THE DATA:
______________________________

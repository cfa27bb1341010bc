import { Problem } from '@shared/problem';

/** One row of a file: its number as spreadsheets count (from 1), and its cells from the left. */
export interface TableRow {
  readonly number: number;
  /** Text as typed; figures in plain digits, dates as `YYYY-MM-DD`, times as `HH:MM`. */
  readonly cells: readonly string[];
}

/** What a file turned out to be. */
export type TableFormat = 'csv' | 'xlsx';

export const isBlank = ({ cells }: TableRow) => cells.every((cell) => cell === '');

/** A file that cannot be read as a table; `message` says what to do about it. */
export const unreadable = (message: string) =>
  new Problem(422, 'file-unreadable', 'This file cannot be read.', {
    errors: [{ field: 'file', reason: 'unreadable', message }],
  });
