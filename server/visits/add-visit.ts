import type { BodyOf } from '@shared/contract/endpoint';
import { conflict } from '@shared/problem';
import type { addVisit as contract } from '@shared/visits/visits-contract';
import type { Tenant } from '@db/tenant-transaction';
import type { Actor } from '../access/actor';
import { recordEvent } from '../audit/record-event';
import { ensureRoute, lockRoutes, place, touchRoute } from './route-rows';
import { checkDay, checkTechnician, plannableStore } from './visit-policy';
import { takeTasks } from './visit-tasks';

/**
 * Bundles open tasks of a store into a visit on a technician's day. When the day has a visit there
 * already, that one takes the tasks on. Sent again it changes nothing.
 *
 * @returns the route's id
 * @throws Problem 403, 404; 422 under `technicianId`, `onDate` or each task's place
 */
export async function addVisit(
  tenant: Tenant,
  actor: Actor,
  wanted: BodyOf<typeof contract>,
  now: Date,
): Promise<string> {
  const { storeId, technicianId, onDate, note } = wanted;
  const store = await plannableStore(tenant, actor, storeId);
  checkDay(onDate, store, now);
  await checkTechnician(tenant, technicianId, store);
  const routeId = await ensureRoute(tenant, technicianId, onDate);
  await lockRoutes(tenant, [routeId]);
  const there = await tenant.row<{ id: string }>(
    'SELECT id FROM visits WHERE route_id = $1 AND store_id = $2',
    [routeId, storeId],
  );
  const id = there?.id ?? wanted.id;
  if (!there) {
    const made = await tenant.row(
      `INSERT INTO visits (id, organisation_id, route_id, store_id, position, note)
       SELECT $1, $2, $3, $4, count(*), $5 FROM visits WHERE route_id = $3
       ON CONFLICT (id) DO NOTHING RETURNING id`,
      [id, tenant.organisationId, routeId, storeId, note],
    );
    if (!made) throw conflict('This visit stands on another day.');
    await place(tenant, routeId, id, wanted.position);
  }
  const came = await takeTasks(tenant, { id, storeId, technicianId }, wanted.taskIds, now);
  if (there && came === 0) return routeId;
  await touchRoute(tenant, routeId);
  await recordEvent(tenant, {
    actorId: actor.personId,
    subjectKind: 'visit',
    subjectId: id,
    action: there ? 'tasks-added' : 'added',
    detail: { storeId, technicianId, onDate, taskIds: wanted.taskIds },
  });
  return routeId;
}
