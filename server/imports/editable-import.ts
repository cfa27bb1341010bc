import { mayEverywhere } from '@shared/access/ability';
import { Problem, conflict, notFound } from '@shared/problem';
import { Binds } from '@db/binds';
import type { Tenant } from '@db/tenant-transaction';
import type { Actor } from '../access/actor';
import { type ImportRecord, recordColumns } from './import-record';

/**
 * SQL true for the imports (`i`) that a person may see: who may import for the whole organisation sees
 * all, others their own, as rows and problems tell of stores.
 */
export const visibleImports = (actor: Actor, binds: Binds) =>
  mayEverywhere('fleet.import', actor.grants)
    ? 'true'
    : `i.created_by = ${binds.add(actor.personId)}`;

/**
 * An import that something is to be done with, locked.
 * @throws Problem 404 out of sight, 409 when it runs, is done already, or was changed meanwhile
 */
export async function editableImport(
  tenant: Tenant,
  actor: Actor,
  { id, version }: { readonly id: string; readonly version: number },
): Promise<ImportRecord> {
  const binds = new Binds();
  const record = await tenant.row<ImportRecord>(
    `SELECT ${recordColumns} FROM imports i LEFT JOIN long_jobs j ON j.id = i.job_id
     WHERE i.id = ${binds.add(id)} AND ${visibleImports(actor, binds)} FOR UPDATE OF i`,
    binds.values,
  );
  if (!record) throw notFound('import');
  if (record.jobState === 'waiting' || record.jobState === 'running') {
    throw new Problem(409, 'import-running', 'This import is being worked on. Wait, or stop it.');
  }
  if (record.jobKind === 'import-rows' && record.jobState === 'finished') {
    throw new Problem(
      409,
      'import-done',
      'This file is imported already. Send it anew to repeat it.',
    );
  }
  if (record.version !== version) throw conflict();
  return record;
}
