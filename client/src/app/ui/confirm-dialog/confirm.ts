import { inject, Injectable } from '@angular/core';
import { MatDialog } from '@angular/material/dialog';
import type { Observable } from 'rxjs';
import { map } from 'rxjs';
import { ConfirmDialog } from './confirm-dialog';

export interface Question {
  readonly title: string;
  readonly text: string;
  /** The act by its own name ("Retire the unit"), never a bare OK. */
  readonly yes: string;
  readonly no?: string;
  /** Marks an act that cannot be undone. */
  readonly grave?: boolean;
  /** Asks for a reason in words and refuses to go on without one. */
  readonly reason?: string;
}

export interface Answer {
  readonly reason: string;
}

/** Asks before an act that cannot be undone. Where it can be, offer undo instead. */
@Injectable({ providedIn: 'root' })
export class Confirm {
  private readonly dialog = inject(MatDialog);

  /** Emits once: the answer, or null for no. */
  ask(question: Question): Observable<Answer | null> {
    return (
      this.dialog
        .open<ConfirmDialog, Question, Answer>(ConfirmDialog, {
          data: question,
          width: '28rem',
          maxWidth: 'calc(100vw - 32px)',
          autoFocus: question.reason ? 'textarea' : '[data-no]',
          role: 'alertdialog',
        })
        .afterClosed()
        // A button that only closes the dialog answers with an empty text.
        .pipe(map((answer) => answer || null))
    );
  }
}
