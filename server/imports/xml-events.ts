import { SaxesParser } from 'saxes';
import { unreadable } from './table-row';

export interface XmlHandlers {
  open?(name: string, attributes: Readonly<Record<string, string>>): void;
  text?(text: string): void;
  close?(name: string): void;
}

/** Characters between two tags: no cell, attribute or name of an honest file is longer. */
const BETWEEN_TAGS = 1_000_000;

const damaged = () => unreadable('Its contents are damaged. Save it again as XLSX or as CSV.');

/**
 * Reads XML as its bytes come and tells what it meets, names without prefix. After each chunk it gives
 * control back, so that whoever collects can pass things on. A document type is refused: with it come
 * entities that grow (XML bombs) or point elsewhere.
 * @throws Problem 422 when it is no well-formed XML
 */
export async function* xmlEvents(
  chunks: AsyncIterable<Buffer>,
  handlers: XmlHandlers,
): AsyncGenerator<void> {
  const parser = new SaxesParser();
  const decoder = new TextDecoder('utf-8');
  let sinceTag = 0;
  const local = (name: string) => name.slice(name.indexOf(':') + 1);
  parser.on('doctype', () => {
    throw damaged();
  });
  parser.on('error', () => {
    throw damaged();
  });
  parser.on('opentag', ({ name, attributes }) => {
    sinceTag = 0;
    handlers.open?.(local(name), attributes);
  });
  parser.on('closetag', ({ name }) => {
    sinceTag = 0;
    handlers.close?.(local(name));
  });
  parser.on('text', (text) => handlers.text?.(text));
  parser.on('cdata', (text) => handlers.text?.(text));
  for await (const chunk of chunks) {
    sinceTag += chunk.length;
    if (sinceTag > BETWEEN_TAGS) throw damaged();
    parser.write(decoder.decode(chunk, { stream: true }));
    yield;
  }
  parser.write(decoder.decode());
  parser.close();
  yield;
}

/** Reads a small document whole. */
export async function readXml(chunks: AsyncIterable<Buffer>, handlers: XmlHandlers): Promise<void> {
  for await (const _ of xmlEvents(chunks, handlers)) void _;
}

______________________________

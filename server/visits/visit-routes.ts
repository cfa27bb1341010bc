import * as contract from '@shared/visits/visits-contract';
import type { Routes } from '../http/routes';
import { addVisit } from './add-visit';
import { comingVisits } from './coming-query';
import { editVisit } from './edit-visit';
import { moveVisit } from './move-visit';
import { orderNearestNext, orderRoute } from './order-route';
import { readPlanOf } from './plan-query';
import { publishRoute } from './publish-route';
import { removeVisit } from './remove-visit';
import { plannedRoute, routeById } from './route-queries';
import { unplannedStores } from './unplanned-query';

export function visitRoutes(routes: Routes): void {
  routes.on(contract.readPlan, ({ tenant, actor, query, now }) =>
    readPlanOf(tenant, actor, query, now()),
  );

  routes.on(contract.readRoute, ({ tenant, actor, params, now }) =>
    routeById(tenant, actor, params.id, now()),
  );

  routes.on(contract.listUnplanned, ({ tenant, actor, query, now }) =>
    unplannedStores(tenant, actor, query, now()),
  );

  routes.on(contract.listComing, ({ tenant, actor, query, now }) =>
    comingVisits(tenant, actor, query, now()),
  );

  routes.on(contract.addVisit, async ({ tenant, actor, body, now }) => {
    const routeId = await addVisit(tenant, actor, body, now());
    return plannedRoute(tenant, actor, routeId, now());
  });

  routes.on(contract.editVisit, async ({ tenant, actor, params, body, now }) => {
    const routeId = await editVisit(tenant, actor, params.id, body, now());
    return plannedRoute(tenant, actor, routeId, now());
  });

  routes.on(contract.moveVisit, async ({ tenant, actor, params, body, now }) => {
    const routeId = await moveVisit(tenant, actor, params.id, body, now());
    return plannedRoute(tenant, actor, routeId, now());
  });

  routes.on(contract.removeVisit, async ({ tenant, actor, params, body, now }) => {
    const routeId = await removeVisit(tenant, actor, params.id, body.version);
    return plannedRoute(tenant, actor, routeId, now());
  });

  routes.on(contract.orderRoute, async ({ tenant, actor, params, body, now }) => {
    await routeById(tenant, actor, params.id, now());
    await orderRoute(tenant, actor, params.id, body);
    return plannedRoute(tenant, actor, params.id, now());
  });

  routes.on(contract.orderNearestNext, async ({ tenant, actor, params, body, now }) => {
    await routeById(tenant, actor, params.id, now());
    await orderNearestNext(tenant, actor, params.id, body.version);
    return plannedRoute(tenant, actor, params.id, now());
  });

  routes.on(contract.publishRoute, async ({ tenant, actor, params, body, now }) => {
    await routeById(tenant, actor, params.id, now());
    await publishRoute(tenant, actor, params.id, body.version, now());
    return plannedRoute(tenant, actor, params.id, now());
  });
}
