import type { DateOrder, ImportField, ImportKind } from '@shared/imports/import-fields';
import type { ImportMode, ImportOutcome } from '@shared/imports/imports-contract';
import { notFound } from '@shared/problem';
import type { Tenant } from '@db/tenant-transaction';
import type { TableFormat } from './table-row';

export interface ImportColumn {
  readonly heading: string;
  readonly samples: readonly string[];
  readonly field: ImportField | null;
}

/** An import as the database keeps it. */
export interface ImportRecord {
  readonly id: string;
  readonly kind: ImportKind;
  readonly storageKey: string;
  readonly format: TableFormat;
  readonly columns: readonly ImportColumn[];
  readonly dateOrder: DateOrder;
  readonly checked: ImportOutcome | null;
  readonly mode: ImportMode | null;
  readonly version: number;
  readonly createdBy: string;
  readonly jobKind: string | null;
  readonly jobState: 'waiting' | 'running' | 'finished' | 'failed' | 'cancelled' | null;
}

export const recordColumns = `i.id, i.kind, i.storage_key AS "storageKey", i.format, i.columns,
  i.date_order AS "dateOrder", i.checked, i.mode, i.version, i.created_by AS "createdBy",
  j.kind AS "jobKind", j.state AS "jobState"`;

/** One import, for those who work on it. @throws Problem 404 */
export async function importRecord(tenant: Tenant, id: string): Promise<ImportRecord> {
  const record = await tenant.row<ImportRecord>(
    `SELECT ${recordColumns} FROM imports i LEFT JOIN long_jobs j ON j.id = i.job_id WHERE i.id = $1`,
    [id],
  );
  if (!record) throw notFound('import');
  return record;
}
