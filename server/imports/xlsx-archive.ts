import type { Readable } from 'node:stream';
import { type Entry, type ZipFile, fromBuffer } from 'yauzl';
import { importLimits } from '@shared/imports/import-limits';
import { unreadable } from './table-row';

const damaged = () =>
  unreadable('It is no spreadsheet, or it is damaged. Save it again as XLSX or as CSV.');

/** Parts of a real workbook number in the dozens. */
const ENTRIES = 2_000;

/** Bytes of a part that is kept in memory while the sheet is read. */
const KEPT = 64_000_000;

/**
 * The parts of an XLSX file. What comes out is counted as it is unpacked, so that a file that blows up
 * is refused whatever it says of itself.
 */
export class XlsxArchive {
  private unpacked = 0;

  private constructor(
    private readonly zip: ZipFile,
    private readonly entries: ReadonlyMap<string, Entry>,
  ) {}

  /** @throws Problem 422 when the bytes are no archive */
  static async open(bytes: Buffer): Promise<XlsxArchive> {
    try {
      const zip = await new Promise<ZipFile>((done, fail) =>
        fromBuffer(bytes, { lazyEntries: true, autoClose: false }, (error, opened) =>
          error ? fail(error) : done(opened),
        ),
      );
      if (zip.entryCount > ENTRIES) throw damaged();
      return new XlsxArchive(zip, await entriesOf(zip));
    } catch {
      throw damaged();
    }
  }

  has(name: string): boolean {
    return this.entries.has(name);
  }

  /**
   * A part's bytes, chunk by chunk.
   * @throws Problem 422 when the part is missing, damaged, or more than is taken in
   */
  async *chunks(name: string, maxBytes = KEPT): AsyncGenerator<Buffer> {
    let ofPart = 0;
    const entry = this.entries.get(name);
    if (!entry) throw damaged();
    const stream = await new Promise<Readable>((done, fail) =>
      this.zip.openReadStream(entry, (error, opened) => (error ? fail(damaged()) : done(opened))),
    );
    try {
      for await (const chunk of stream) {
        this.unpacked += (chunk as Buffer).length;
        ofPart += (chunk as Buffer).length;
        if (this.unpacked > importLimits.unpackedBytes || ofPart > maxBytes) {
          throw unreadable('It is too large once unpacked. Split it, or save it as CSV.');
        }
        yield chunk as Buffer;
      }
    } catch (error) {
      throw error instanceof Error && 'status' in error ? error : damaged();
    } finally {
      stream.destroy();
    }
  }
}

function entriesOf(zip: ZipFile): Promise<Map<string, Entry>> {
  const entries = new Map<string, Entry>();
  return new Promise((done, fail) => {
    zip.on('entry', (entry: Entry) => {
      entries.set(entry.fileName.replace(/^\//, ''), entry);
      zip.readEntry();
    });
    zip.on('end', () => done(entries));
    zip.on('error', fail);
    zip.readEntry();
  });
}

______________________________

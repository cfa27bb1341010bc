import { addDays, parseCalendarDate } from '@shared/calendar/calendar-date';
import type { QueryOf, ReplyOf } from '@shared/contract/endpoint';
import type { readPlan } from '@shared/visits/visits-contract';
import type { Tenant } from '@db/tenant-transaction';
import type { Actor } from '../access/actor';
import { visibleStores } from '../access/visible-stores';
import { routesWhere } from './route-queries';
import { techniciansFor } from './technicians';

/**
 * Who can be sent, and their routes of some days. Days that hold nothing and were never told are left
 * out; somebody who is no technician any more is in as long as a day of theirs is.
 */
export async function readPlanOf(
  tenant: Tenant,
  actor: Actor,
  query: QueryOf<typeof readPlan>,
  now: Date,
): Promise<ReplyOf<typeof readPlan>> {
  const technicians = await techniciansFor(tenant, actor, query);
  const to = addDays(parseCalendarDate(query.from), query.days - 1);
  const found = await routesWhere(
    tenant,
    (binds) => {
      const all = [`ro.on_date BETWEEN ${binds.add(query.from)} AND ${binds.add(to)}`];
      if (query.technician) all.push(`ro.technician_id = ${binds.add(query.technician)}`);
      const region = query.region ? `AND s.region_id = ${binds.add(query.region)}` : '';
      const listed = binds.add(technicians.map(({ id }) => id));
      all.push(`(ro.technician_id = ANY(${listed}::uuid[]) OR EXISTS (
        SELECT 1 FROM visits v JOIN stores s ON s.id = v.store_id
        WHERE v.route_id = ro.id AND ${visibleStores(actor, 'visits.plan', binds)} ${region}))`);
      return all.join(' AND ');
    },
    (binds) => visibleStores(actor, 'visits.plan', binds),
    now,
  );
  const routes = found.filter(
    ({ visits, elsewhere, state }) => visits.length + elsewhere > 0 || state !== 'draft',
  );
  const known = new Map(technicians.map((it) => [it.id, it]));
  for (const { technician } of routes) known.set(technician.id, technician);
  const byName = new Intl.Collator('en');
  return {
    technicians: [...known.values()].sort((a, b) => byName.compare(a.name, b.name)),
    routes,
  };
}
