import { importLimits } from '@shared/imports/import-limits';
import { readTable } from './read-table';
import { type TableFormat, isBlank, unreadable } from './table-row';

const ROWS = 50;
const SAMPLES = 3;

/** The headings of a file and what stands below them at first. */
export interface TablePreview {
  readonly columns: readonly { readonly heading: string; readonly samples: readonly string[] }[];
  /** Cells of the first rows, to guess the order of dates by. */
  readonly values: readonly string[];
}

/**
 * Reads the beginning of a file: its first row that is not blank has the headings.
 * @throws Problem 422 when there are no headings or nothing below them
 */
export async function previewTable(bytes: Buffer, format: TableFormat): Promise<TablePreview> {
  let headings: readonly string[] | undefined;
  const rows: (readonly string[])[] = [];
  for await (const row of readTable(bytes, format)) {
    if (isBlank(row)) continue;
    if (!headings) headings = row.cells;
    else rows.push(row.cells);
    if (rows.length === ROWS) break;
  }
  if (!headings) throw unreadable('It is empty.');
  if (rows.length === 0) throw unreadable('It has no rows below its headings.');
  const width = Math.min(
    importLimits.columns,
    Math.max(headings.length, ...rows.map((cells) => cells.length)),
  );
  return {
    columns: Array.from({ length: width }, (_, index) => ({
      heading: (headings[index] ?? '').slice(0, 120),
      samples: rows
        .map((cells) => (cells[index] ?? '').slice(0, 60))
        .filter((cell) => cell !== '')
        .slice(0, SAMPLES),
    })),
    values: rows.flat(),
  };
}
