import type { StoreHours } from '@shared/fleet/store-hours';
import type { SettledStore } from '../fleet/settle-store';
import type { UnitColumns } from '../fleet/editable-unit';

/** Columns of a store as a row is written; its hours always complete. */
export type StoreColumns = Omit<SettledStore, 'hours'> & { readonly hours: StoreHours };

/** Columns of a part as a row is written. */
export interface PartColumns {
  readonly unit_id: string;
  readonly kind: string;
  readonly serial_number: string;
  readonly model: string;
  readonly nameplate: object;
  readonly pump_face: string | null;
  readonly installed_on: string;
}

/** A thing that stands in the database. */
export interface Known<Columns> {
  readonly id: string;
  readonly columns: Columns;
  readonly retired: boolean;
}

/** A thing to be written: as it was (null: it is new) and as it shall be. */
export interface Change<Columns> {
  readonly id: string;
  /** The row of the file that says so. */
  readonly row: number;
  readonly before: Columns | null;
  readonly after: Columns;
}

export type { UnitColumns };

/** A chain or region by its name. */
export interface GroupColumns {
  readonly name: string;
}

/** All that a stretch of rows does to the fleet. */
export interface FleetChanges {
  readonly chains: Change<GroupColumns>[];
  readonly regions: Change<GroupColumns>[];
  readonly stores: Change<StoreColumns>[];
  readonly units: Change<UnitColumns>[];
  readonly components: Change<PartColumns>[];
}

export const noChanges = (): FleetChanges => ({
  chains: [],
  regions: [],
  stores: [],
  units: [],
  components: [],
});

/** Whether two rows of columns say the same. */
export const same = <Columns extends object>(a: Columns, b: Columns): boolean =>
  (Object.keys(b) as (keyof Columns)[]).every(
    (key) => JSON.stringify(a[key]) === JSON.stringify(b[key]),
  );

______________________________

TASK OBJECTIVE:
Your answer should be each line from the preceding material in which the word "addVisit" occurs.

ANSWER:
import type { addVisit as contract } from '@shared/visits/visits-contract';
export async function addVisit(
import { addVisit } from './add-visit';
  routes.on(contract.addVisit, async ({ tenant, actor, body, now }) => {
    const routeId = await addVisit(tenant, actor, body, now());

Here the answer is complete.